Wednesday, 1 June 2011

A new home and another use for Crystals

It's been an incredible few months. My boyfriend Jack and I moved out of our shared house meaning to move straight into another flat in Clapham. The intelligence of the world had other ideas and installed a roof leak and prolonged building works to the said flat in Clapham. The long and short of it being that 2 months later we moved into a new flat in Teddington having stayed first with my father, then my sister and then my mother. It was like doing a detour back through my childhood before winning the prize of taking the next step, the next step being moving in with the boyfriend...and no one else. No more flatmates, just us.

My philosophy is that nothing happens without greater meaning, and I was trying to work out what the greater meaning of this long extended, exceedingly drawn out and frustratingly prolonged flat move was all about. First I thought it was something like the Charles Dickens 3 ghosts of Christmas past, where I was being asked to look at the unresolved issues each family member brought up. Only that wasn't really happening.
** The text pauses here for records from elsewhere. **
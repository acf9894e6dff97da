import { closeLines } from '../calc/closure.ts';
import { ENGINE_VERSION } from '../calc/engine.ts';
import type { Line } from '../calc/line.ts';
import type { GivenValue } from '../calc/quantity.ts';
import type { CalculationRecord, MemberRecord } from '../calc/record.ts';
import { createRecorder, NotComputable, type Recorder } from '../calc/recorder.ts';
import { secondOrderRatio } from '../standards/aisc360-22/c2.ts';
import { tensionSlenderness } from '../standards/aisc360-22/d2.ts';
import { methodConstant } from '../standards/aisc360-22/parameters.ts';
import { clause } from '../standards/aisc360-22/writer.ts';
import { UNIT_SETS } from '../units/unit-set.ts';
import type { Axis } from './bay-moments.ts';
import { noRun, runCombination } from './combination.ts';
import { completenessOf } from './completeness.ts';
import { compressionStrength } from './compression.ts';
import { fixedStrength, majorStrengths, withStatedLength } from './major-strengths.ts';
import { type GivenLengths, givenLines } from './member-lines.ts';
import { memberQuantities } from './member-quantities.ts';
import type { CombinationRun, MemberStrengths } from './member-strengths.ts';
import { minorStrength } from './minor-flexure.ts';
import { bends } from './plane-moments.ts';
import type { ResolvedCombination, ResolvedInput, ResolvedMember } from './resolved.ts';
import { type Places, restraintLines } from './restraint-lines.ts';
import { sectionLines } from './section-lines.ts';
import type { SectionQuantities, SteelQuantities } from './section-quantities.ts';
import { shearStrength } from './shear.ts';
import { shearKnown } from './shear-demand.ts';
import { steelLines } from './steel-lines.ts';
import { combinationSummary, memberSummary, recordSummary } from './summary.ts';
import { type NetSection, tensionStrength } from './tension.ts';

/**
 * Runs the book over a calculation's inputs. The record has no hashes: those are put on by
 * `sealRecord`, where records are made to be kept.
 */
export function runCalculation(input: ResolvedInput): CalculationRecord {
  const members = input.members.map((m) => runMember(input, m));
  return {
    format: 1,
    program: { name: 'Stanchion', engine: ENGINE_VERSION },
    standard: 'aisc360-22',
    design: input.design,
    units: input.units,
    analysis: input.analysis,
    members,
    summary: recordSummary(members),
    input: input.source,
    resultHash: null,
    snapshotHash: null,
  };
}

/** One member with all its combinations, digits fixed. */
export function runMember(input: ResolvedInput, member: ResolvedMember): MemberRecord {
  const r = createRecorder('');
  const strengths = memberStrengths(input, member, r);
  const runs = new Map<string, CombinationRun>(
    member.combinations.map((c) => [c.id, strengths ? runCombination(strengths, c) : noRun(c)]),
  );
  const placed = [
    ...r.lines.map((line) => ({ address: line.key, combination: null, line })),
    ...member.combinations.flatMap(({ id }) =>
      (runs.get(id)?.lines ?? []).map((line) => ({
        address: `${id}:${line.key}`,
        combination: id,
        line,
      })),
    ),
  ];
  const closed = closeLines(placed, UNIT_SETS[input.units]);
  const byCombination = new Map<string | null, Line[]>([[null, []]]);
  for (const { id } of member.combinations) byCombination.set(id, []);
  closed.forEach((line, i) => {
    byCombination.get(placed[i]?.combination ?? null)?.push(line);
  });
  const lines = byCombination.get(null) ?? [];
  const combinations = member.combinations.map((c) => {
    const own = byCombination.get(c.id) ?? [];
    return { id: c.id, name: c.name, lines: own, summary: combinationSummary(c, lines, own) };
  });
  const unconfirmed = closed.filter(
    (l) => (l.kind === 'given' || l.kind === 'statement') && !l.confirmed,
  ).length;
  return {
    id: member.id,
    mark: member.mark,
    section: member.section.value,
    material: member.steel.kind === 'grade' ? member.steel.steel.key : member.steel.name,
    lines,
    combinations,
    completeness: completenessOf(runs, combinations, lines),
    summary: memberSummary(combinations),
    unconfirmed,
  };
}

/** Member lines; null where nothing can be checked, with the notice that says why. */
function memberStrengths(
  input: ResolvedInput,
  member: ResolvedMember,
  r: Recorder,
): MemberStrengths | null {
  const given = givenLines(r, member, input);
  const places = restraintLines(r, member);
  if (!member.shape) {
    r.notice(
      'B4/outside',
      'outside scope',
      'other-shape',
      `${member.section.value} is a shape of a family that is outside the scope; nothing is checked.`,
      { title: 'Shape outside the scope', clause: clause('B4') },
    );
    return null;
  }
  if (member.ends.value !== 'held' && !sprung(input, member)) {
    const words = {
      free: 'One end is free (a cantilever)',
      sway: 'The ends sway',
      springs:
        'The ends turn against springs, which the exact solution knows where their stiffness is given',
    }[member.ends.value];
    r.notice(
      'C2/outside',
      'outside scope',
      `ends-${member.ends.value}`,
      `${words}. Only members held at both ends, in both planes and against twist, are within the scope; nothing is checked.`,
      {
        title: 'Ends outside the scope',
        clause: clause(member.ends.value === 'sway' ? 'App. 8.1.3' : 'App. 7.2'),
      },
    );
    return null;
  }
  const steel = steelLines(r, member.steel, input.constants);
  const section = sectionLines(r, member.shape, member.steel);
  try {
    return strengthsOf(input, member, r, { given, places, steel, section });
  } catch (error) {
    if (!(error instanceof NotComputable)) throw error;
    return null;
  }
}

function strengthsOf(
  input: ResolvedInput,
  member: ResolvedMember,
  r: Recorder,
  parts: {
    readonly given: GivenLengths;
    readonly places: Places;
    readonly steel: SteelQuantities;
    readonly section: SectionQuantities;
  },
): MemberStrengths {
  const { steel, section } = parts;
  const { combinations } = member;
  const { design } = input;
  // Lateral translation may turn tension into compression and the other way round.
  const swayed = (c: ResolvedCombination) => (c.sway?.P?.value ?? 0) !== 0;
  const compressed = combinations.some((c) => c.P.value > 0 || swayed(c));
  const pulled = combinations.some((c) => c.P.value < 0 || swayed(c));
  const bent = (axis: Axis) => combinations.some((c) => bends(c, axis));
  const sheared = (axis: Axis) =>
    combinations.some((c) => (bends(c, axis) || c.shears[axis]) && shearKnown(c, axis));
  const q = memberQuantities(r, member, parts.given, parts.places, section, compressed);
  const { Lcx, Lcy, Lcz } = q;

  r.section('factors', `Factors, ${design}`);
  const usesAlpha =
    compressed ||
    input.analysis.sway === 'B2' ||
    input.provisions.has('H1.2-Cb') ||
    member.springs !== null;
  const alpha = usesAlpha ? methodConstant(r, 'loadLevel', design) : null;
  const phic = compressed ? methodConstant(r, 'compression', design) : null;
  const phib = bent('x') || bent('y') ? methodConstant(r, 'flexure', design) : null;
  if (input.driftRatio) driftRatioLine(r, input, input.driftRatio);
  const offset = q.offset && ({ axis: 'y', distance: q.offset } as const);
  const compression =
    phic && Lcx && Lcy && Lcz
      ? compressionStrength(
          r,
          design,
          steel,
          section,
          { Lcx, Lcy, Lcz, offset },
          phic,
          input.analysis.method !== 'effective-length',
        )
      : null;
  const net = pulled ? netSectionLines(r, member) : null;
  const tension = pulled ? tensionStrength(r, design, steel, section, net) : null;
  if (tension) tensionSlenderness(r, q.L, [section.rx, section.ry]);
  const Lb = q.Lb ?? (member.restraints ? q.L : null);
  const plain = bent('x') && Lb && phib ? majorStrengths(r, steel, section, Lb, phib) : null;
  const major = plain && member.restraints === null ? withStatedLength(r, plain, Lb) : plain;
  const Cb =
    major && member.Cb !== 'auto'
      ? r.given('given/Cb', 'Cb', 'none', member.Cb, {
          title: 'Modification factor as given',
          clause: clause('F1'),
        })
      : null;
  const Mcy = bent('y') && phib ? minorStrength(r, design, steel, section, phib) : null;
  const a = member.stiffeners
    ? r.given('given/a', 'a', 'length', member.stiffeners, {
        title: 'Clear distance between transverse stiffeners',
      })
    : null;
  const shear = (axis: Axis) =>
    sheared(axis) ? shearStrength(r, design, steel, section, axis, a ? { a } : {}) : null;
  return {
    ...{ input, member, q, steel, section, alpha, compression, tension, Mcy, Cb },
    major: major && fixedStrength(r, design, major, Cb),
    shear: { x: shear('x'), y: shear('y') },
  };
}

/** Ends that turn against springs whose stiffness is given: the exact solution knows them. */
const sprung = (input: ResolvedInput, { ends, springs }: ResolvedMember): boolean =>
  ends.value === 'springs' &&
  springs !== null &&
  input.analysis.secondOrder === 'exact' &&
  input.analysis.sway === 'none';

/** Second-order over first-order drift against the limit of the method. */
function driftRatioLine(r: Recorder, input: ResolvedInput, given: GivenValue): void {
  const ratio = r.given('given/driftRatio', 'driftRatio', 'none', given, {
    title: 'Second-order over first-order drift of the structure',
  });
  secondOrderRatio(r, input.analysis.method, ratio);
}

function netSectionLines(r: Recorder, { netSection }: ResolvedMember): NetSection | null {
  if (!netSection) return null;
  if ('Ae' in netSection)
    return {
      Ae: r.given('given/Ae', 'Ae', 'area', netSection.Ae, { title: 'Effective net area' }),
    };
  return {
    An: r.given('given/An', 'An', 'area', netSection.An, { title: 'Net area' }),
    U: r.given('given/U', 'U', 'none', netSection.U, { title: 'Shear lag factor' }),
  };
}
What was happening was two things, the first and most obvious was that I was handling the situation somewhat badly...in other words I got really stroppy...a lot. So much so Jack's colleagues who were born to banter, didn't dare in my presence, instead turning the banter down into something more akin to kindness and empathy. And that prior to the last move to mother's (at this point I didn't realise we would need to), I phoned her at breaking point gushing that I had to offload immediately as an upmost emergency in order to stop myself stressing yet again at Jack. My main fear being that if I continued to lie on the carpet and deliver my woes solely to his ears, we would not be moving in together, ever. Mum was ever the saint and saviour, making an emergency date...in the pub where much food and wine was put before me and total permission to rant. It was perfect and restored order to my world; and Jack's for that matter.

The second thing was the reason causing the first thing, I had only realised in the year leading up to this move how much I wanted, needed and valued having a home, a base, a nest. Having realised this need and made efforts to meet it, the removal of it for what felt like an indefinite period of time felt like torture. On reflection, it turned out that I had moved 7 times in 2 years and had not lived anywhere longer than 11 months in 10 years so it was no wonder that I had a bit of a sore spot when it came to being and feeling unsettled.

The good news is that we moved in this weekend, on the day I returned from a fab fab fab holiday to Mexico with my sister. No sleep on a night flight combined with a full day moving into a new flat is certainly an interesting way to deal with imminent jet lag but it was sooooooooooooo worth it. I'm thrilled, we both are.

And the crystals? Well, I love my crystals and so have them all over the house. By the door I have some to help keep out negativity amongst other things and I mentioned this to a client of mine who knew I'd just moved in. She fell about laughing saying a better use for their keeping out negativity would be to throw the crystals at the heads of intruders. J


What pearls of wisdom have I taken from this?

  1. Share the load (of moans and groans) with more than 1 person...and try to include at least one person of the same sex.
  2. I really value having a home...and I love the support, stability and nurturing that it can provide.
  3. Trust. Everything falls into place when I remember this one.